Daily evening demand
peaks at around 15,200MW, leaving a tight 2%
reserve margin, according to PLN. The supply
cushion gets tighter and even falls short of
demand when plants routinely shut for maintenance
or repairs, according to the PLN official.
With abundant natural resources, Indonesia
would seem to be well-placed to meet its domestic
energy needs. The country is Asia’s only member of
the Organization of Petroleum Exporting Countries
(OPEC) and is the world’s largest exporter of
thermal coal and the second-largest exporter of
LNG.
New investment in the power sector
has lagged badly since the Asian financial crisis
of 1997-98, when under financial constraints the
government cancelled billions of dollars worth of
power contracts with some 26 private power
companies or independent power producers (IPPs).
Six years of tortured and lengthy
negotiations over the nullified contracts ended
only in 2003. Meanwhile, Indonesia’s economy began
to emerge from the doldrums of the crisis,
reflected not only in economic growth statistics
but in the rising numbers of electricity consumers
and per capita demand.
A stop-start policy
reform process added to investor confusion.
Indonesia passed a wide-ranging power
liberalization bill in 2002, aimed at breaking up
PLN’s monopoly on sales and distribution. The
bill, modeled on power reform legislation
elsewhere in the world, aimed to instill market
competition through a so-called multi-buyer and
multi-seller model.
That included
provisions allowing for foreign companies to build
power stations and sell directly to the public.
But in late 2004, the powerful new constitutional
court struck down the bill, citing a nationalist
clause declaring ill-defined "strategic"
enterprises should be left in national hands.
Burgeoning power problems later forced the
government to backtrack and devise the crash
investment program in March 2006, which aims to
rapidly add 10,000MW to the national grid.
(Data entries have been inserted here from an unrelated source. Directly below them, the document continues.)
impl LanguageConfig {
    /// Loads a shipped configuration (`en`, `es`).
    ///
    /// ```
    /// use orthoepy::g2p::hybrid::LanguageConfig;
    /// use orthoepy::phoneset::Phoneset;
    /// let en = Phoneset::shipped("en-arpa").unwrap();
    /// let config = LanguageConfig::shipped("en", &en).unwrap();
    /// assert_eq!(config.letter_names.len(), 26);
    /// ```
    pub fn shipped(id: &str, phoneset: &Phoneset) -> Result<LanguageConfig, ConfigError> {
        let text = shipped_text(id).ok_or_else(|| ConfigError::UnknownShipped(id.to_string()))?;
        LanguageConfig::parse(text, &format!("shipped:{id}"), phoneset)
    }

    /// Loads a configuration file.
    pub fn load(path: &Path, phoneset: &Phoneset) -> Result<LanguageConfig, ConfigError> {
        let text = read_capped_string(path, MAX_CONFIG_FILE)?;
        LanguageConfig::parse(&text, &origin_of(path), phoneset)
    }

    /// Parses configuration text; `origin` names it in errors.
    pub fn parse(text: &str, origin: &str, phoneset: &Phoneset) -> Result<LanguageConfig, ConfigError> {
        let at = |offset: usize, message: String| ConfigError::Invalid(Located::at_offset(origin, text.as_bytes(), offset, message));
        let raw: RawConfig = toml::from_str(text).map_err(|e| ConfigError::Invalid(Located::from_toml(origin, text, &e)))?;
        if raw.phoneset.get_ref() != phoneset.id() {
            return Err(at(
                raw.phoneset.span().start,
                format!("written for phoneset `{}`, loaded with `{}`", raw.phoneset.get_ref(), phoneset.id()),
            ));
        }
        let sc = raw.scores.get_ref();
        for (name, value) in [
            ("initialism", sc.initialism),
            ("spoken_initialism", sc.spoken_initialism.unwrap_or(sc.initialism)),
            ("vowelless", sc.vowelless),
            ("derivation", sc.derivation),
            ("compound", sc.compound),
            ("alternative", sc.alternative),
            ("rules", sc.rules),
            ("model", sc.model),
        ] {
            if !(0.0..=1.0).contains(&value) {
                return Err(at(
                    raw.scores.span().start,
                    format!("[scores] {name} = {value} is not a probability; write a value between 0 and 1"),
                ));
            }
        }
        let pronunciation = |value: &Spanned<String>| {
            phoneset.parse(value.get_ref()).map_err(|e| at(value.span().start, format!("`{}`: {e}", value.get_ref())))
        };
        let mut letter_names = BTreeMap::new();
        for (letter, name) in &raw.letter_names {
            let mut chars = letter.chars();
            let (Some(c), None) = (chars.next(), chars.next()) else {
                return Err(at(name.span().start, format!("letter-name key `{letter}` must be a single letter")));
            };
            letter_names.insert(c, pronunciation(name)?);
        }
        let vowel_letters: Vec<char> = raw.vowel_letters.chars().collect();
        let initialism = match raw.initialism {
            None => Initialism::plain(),
            Some(t) => {
                let probability = |place: usize, name: &str, value: f64| {
                    if (0.0..=1.0).contains(&value) {
                        Ok(())
                    } else {
                        Err(at(place, format!("[initialism] {name} = {value} is not a probability; write a value between 0 and 1")))
                    }
                };
                if t.stress.get_ref().is_empty() {
                    return Err(at(t.stress.span().start, "[initialism] stress lists no pattern; give at least one".to_string()));
                }
                for share in t.stress.get_ref() {
                    probability(share.span().start, "stress share", share.get_ref().share)?;
                }
                let r = *t.read_as_word.get_ref();
                let place = t.read_as_word.span().start;
                for (name, value) in [("syllables", r.syllables), ("no_syllables", r.no_syllables), ("vowelless", r.vowelless)] {
                    probability(place, &format!("read_as_word.{name}"), value)?;
                }
                for cluster in t.onsets.iter().chain(&t.codas) {
                    let c = cluster.get_ref();
                    if c.is_empty() || c.chars().any(|l| vowel_letters.contains(&l) || !l.is_lowercase()) {
                        return Err(at(cluster.span().start, format!("[initialism] cluster `{c}` must be lower-case consonant letters")));
                    }
                }
                Initialism {
                    stress: t.stress.into_inner().into_iter().map(Spanned::into_inner).collect(),
                    onsets: t.onsets.into_iter().map(Spanned::into_inner).collect(),
                    codas: t.codas.into_iter().map(Spanned::into_inner).collect(),
                    read_as_word: r,
                }
            }
        };
        let mut suffixes = Vec::with_capacity(raw.suffix.len());
        for suffix in raw.suffix {
            let mut allomorphs = Vec::with_capacity(suffix.allomorphs.len());
            for allomorph in suffix.allomorphs {
                for feature in allomorph.when.keys() {
                    if !phoneset.phones().iter().any(|p| p.feature(feature).is_some()) {
                        return Err(at(
                            allomorph.phones.span().start,
                            format!("suffix `{}`: no phone of {} has the feature `{feature}`", suffix.name, phoneset.id()),
                        ));
                    }
                }
                allomorphs.push(Allomorph { when: allomorph.when, phones: pronunciation(&allomorph.phones)? });
            }
            suffixes.push(Suffix {
                name: suffix.name,
                ending: suffix.ending,
                stem_endings: suffix.stem_endings,
                undouble: suffix.undouble.chars().collect(),
                allomorphs,
            });
        }
        Ok(LanguageConfig {
            language: raw.language,
            letter_to_sound: raw.letter_to_sound,
            vowel_letters,
            scores: raw.scores.into_inner(),
            letter_names,
            initialism,
            compound: raw.compound,
            suffixes,
        })
    }
}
In line
with that policy, PLN last August signed new power
plant deals worth some US$2 billion with China’s
Shanghai Electric Corp and Dongfang Electric Corp.
Some Chinese lenders, according to
Indonesian media reports, had asked for sovereign
guarantees on their power plant agreements - not
all of which have been granted. Those contracts
included a Chinese consortium of Shanghai Electric
Corp and Dalle Energy, which are set to construct
a 945MW coal-fired power plant in Teluk Naga,
Banten, at a cost of $547.4 million in foreign
exchange and 1.89 trillion rupiahs ($207.6
million).
A consortium of Dongfang
Electric Corp and Dalle Energy is also to build a
630MW coal-fired power plant in Pacitan, East
Java, while a consortium of Shanghai Electric Corp
Ltd and Maxima Infrastructure is to establish a
1,050MW coal-fired power plant in Pelabuhan Ratu
West Java at an estimated $566.9 million and 2.2
trillion rupiahs.
Indonesia’s drive to
boost its domestic power output could have supply
effects on the rest of industrializing Asia, where
China’s growing appetite for imported fuels has
intensified regional competition for access to
sources. New power capacity in Indonesia, home to
an estimated 236 million people, will require more
oil fuel, coal, and LNG that previously went to
exports.
Industry analysts estimate that
by 2010, if the crash program goes ahead as
planned, Indonesia will burn over 60 million tons
of coal per year, up from around 30 million tons
at present. Some Energy Ministry officials
speculate privately that Indonesia may follow
China’s lead in imposing export curbs. China
imposed such curbs in January, amidst one of the
harshest winters in decades which badly disrupted
power supplies.
Perhaps no one is more
worried about the power supply issue than
Indonesia’s President Susilo Bambang Yudhoyono,
who is scheduled to run for re-election next year.
One of his central campaign promises in 2004 was
to boost economic growth to 7% per annum, about
the level economists estimate is needed to keep
unemployment down as more young people enter the
work force.
Economists are already warning
that infrastructure constraints, including
inadequate roads and ports, as well as power
stations, risk holding back economic growth. They
note, for instance, that PLN has been imposing
rolling blackouts in outer areas for several years
now. Meanwhile private gas-run generators have
been selling well in Jakarta as households
apparently brace for more power shortages.
Tom
McCawley is a Jakarta-based freelance
journalist.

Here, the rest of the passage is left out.